Saved entries
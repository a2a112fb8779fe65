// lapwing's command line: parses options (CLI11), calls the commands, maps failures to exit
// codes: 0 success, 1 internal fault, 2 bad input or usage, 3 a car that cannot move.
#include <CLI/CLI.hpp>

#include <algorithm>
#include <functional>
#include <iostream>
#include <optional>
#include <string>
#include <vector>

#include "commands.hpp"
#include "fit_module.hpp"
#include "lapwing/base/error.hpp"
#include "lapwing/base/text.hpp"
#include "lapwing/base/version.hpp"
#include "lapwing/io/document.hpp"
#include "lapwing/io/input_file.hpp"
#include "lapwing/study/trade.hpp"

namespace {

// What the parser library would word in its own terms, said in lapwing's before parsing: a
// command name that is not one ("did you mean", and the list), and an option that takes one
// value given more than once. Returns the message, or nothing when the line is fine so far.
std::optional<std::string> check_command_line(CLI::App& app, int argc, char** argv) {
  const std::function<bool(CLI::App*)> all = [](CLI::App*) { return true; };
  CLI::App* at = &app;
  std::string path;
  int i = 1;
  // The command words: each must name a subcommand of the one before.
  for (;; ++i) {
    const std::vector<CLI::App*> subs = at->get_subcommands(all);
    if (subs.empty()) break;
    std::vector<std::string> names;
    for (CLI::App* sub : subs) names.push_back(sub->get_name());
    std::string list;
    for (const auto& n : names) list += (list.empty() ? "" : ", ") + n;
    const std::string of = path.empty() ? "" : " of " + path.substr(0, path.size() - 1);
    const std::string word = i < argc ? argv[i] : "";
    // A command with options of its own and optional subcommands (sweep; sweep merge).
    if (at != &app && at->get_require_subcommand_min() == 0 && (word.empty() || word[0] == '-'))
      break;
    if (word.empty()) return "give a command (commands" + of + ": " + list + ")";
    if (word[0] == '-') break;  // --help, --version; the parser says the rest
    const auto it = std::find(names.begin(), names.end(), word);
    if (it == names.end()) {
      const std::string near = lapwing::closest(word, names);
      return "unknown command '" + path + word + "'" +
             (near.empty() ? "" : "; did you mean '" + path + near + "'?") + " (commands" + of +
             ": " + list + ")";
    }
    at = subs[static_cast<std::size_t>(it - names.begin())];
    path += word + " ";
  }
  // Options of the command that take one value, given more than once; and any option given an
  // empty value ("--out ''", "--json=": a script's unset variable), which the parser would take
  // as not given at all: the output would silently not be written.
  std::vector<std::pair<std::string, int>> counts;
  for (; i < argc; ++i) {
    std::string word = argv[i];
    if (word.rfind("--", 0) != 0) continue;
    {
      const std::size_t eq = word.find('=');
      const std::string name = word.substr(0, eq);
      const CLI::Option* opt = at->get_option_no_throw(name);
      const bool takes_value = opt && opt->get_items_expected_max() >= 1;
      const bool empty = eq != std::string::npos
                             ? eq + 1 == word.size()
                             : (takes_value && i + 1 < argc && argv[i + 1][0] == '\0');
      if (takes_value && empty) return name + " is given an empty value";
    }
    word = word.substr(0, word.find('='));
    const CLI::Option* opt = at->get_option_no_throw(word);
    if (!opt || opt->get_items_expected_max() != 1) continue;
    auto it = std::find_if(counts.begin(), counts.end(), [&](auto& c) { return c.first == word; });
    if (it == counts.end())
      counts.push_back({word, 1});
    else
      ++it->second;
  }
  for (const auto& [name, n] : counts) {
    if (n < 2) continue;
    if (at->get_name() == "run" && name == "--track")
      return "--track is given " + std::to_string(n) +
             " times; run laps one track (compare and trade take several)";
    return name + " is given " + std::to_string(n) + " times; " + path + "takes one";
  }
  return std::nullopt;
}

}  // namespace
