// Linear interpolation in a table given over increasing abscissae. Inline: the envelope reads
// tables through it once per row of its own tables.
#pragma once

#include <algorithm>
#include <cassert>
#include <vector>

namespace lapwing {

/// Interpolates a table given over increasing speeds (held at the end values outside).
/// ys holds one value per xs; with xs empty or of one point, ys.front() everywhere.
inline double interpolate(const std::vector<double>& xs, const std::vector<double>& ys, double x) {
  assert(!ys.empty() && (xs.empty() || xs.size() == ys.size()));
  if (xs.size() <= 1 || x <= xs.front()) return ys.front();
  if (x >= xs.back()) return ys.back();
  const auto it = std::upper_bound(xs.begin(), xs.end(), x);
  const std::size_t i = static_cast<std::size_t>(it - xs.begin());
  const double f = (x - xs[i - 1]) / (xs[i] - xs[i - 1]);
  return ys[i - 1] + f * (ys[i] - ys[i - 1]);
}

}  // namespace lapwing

• [Prompt]:
Only the lines from the first line of the records through the line containing "that takes one" should be repeated, exactly as they appear.

• [Answer to this exercise]:
repository a2a112fb8779fe65
// lapwing's command line: parses options (CLI11), calls the commands, maps failures to exit
// codes: 0 success, 1 internal fault, 2 bad input or usage, 3 a car that cannot move.
#include <CLI/CLI.hpp>

#include <algorithm>
#include <functional>
#include <iostream>
#include <optional>
#include <string>
#include <vector>

#include "commands.hpp"
#include "fit_module.hpp"
#include "lapwing/base/error.hpp"
#include "lapwing/base/text.hpp"
#include "lapwing/base/version.hpp"
#include "lapwing/io/document.hpp"
#include "lapwing/io/input_file.hpp"
#include "lapwing/study/trade.hpp"

namespace {

// What the parser library would word in its own terms, said in lapwing's before parsing: a
// command name that is not one ("did you mean", and the list), and an option that takes one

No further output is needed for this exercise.